▶ Problem requirements:
The result should be every line in the material below containing the string "microseconds".

▶ Given data:

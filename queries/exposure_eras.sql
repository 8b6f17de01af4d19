-- exposure_eras: continuous exposure to a drug class, one row per patient, class and era.
--
-- DEFINITION
--  1. Classes. A medication event belongs to every drug class of the study ($drug_class_codes,
--     [drug_classes] in the study file) whose ATC code or prefix its atc starts with (one row
--     per event and class, however many prefixes of the class match).
--  2. Covered interval of an event, [start, end]:
--       dispense    start_at to start_at + days_supply days (no days_supply:
--                   $dispense_default_days, default 30);
--       administer  start_at to end_at (no end_at: start_at + the class's administer_hours,
--                   default $administer_default_hours, 24);
--       order       start_at to end_at (no end_at: start_at + $order_default_hours, 24).
--     An end before start_at is read as start_at.
--  3. Eras. Per patient and class, intervals in order of start (then end, then event_id) join
--     the current era when they start at most the grace period after the latest end so far
--     (gap <= grace, inclusive; overlapping and adjacent intervals always join); otherwise they
--     open a new era. The grace period belongs to the interval that ends latest so far:
--     $dispense_grace_days (default 30 days) after a dispensing, $administer_grace_hours
--     (default 24 h) after an administration or an order. The era runs from its first start to
--     its latest end (the grace period is not added to its end).
--  4. New user. An era is a new-user era when no earlier era of the patient and class ended
--     within $washout_days (default 365) before its start (previous end < start - washout) and
--     the patient was observed at least that long before: the earliest admitted_at of an
--     encounter or collected_at of a lab result is at or before start - washout. Otherwise the
--     era is a prevalent-user era. (Medication events alone do not count as observation: a
--     dispensing record does not show that the patient had no earlier exposure.)
--
-- COLUMNS: era_id ('<class>-<event_id of the first event>'), patient_id, drug_class, era_start,
-- era_end, n_events, n_dispense, n_administer, n_order, new_user, previous_era_end,
-- observed_from.
--
-- PARAMETERS: $drug_class_codes, $dispense_default_days, $administer_default_hours,
-- $order_default_hours, $dispense_grace_days, $administer_grace_hours, $washout_days.
--
-- Time arithmetic is done in epoch microseconds (CAST(t AS BIGINT)); $name_us is a window in
-- microseconds.

-- Step 1: each event with each class it belongs to.
CREATE VIEW drug_class_events AS
SELECT
    m.event_id,
    m.patient_id,
    m.kind,
    m.start_at,
    m.end_at,
    m.days_supply,
    c.drug_class,
    MIN(c.administer_us) AS administer_us
FROM medication_events m
JOIN $drug_class_codes c ON starts_with(m.atc, c.atc_prefix)
GROUP BY m.event_id, m.patient_id, m.kind, m.start_at, m.end_at, m.days_supply, c.drug_class;

-- Step 2: each event's covered interval and grace period, in microseconds.
CREATE VIEW drug_exposure_intervals AS
SELECT
    event_id,
    patient_id,
    drug_class,
    kind,
    start_us,
    greatest(end_us, start_us) AS end_us,
    CASE WHEN kind = 'dispense' THEN $dispense_grace_days_us ELSE $administer_grace_hours_us END
        AS grace_us
FROM (
    SELECT
        *,
        CAST(start_at AS BIGINT) AS start_us,
        CASE kind
            WHEN 'dispense' THEN CAST(start_at AS BIGINT) + coalesce(
                CAST(round(days_supply * 86400000000.0) AS BIGINT), $dispense_default_days_us)
            WHEN 'administer' THEN coalesce(
                CAST(end_at AS BIGINT), CAST(start_at AS BIGINT) + administer_us)
            ELSE coalesce(CAST(end_at AS BIGINT), CAST(start_at AS BIGINT) + $order_default_hours_us)
        END AS end_us
    FROM drug_class_events
) AS with_ends;

-- Step 3: an interval opens an era when it starts more than the grace period after the latest
-- end (plus its grace) of the intervals before it; era_number counts the openings.
CREATE VIEW drug_exposure_islands AS
SELECT
    *,
    SUM(CASE WHEN opens_era THEN 1 ELSE 0 END) OVER (
        PARTITION BY patient_id, drug_class ORDER BY start_us, end_us, event_id
        ROWS BETWEEN UNBOUNDED PRECEDING AND CURRENT ROW) AS era_number
FROM (
    SELECT
        *,
        coalesce(
            start_us > MAX(end_us + grace_us) OVER (
                PARTITION BY patient_id, drug_class ORDER BY start_us, end_us, event_id
                ROWS BETWEEN UNBOUNDED PRECEDING AND 1 PRECEDING),
            true) AS opens_era
    FROM drug_exposure_intervals
) AS with_openings;

CREATE VIEW drug_eras_merged AS
SELECT
    patient_id,
    drug_class,
    era_number,
    first_value(event_id ORDER BY start_us, end_us, event_id) AS first_event_id,
    MIN(start_us) AS start_us,
    MAX(end_us) AS end_us,
    CAST(COUNT(*) AS BIGINT) AS n_events,
    CAST(SUM(CASE WHEN kind = 'dispense' THEN 1 ELSE 0 END) AS BIGINT) AS n_dispense,
    CAST(SUM(CASE WHEN kind = 'administer' THEN 1 ELSE 0 END) AS BIGINT) AS n_administer,
    CAST(SUM(CASE WHEN kind = 'order' THEN 1 ELSE 0 END) AS BIGINT) AS n_order
FROM drug_exposure_islands
GROUP BY patient_id, drug_class, era_number;

-- Step 4: when each patient is first observed (an encounter or a lab result).
CREATE VIEW patient_observed_from AS
SELECT patient_id, MIN(t) AS observed_from_us
FROM (
    SELECT patient_id, CAST(admitted_at AS BIGINT) AS t FROM encounters
    UNION ALL
    SELECT patient_id, CAST(collected_at AS BIGINT) AS t FROM lab_results
) AS observations
GROUP BY patient_id;

SELECT
    e.drug_class || '-' || e.first_event_id AS era_id,
    e.patient_id,
    e.drug_class,
    arrow_cast(e.start_us, 'Timestamp(Microsecond, Some("UTC"))') AS era_start,
    arrow_cast(e.end_us, 'Timestamp(Microsecond, Some("UTC"))') AS era_end,
    e.n_events,
    e.n_dispense,
    e.n_administer,
    e.n_order,
    coalesce(
        (e.previous_end_us IS NULL OR e.previous_end_us < e.start_us - $washout_days_us)
            AND o.observed_from_us <= e.start_us - $washout_days_us,
        false) AS new_user,
    arrow_cast(e.previous_end_us, 'Timestamp(Microsecond, Some("UTC"))') AS previous_era_end,
    arrow_cast(o.observed_from_us, 'Timestamp(Microsecond, Some("UTC"))') AS observed_from
FROM (
    SELECT
        *,
        LAG(end_us) OVER (PARTITION BY patient_id, drug_class ORDER BY era_number)
            AS previous_end_us
    FROM drug_eras_merged
) AS e
LEFT JOIN patient_observed_from o ON o.patient_id = e.patient_id
ORDER BY e.patient_id, e.drug_class, era_start;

▶ Solution to this task:
-- Time arithmetic is done in epoch microseconds (CAST(t AS BIGINT)); $name_us is a window in
-- microseconds.
-- Step 2: each event's covered interval and grace period, in microseconds.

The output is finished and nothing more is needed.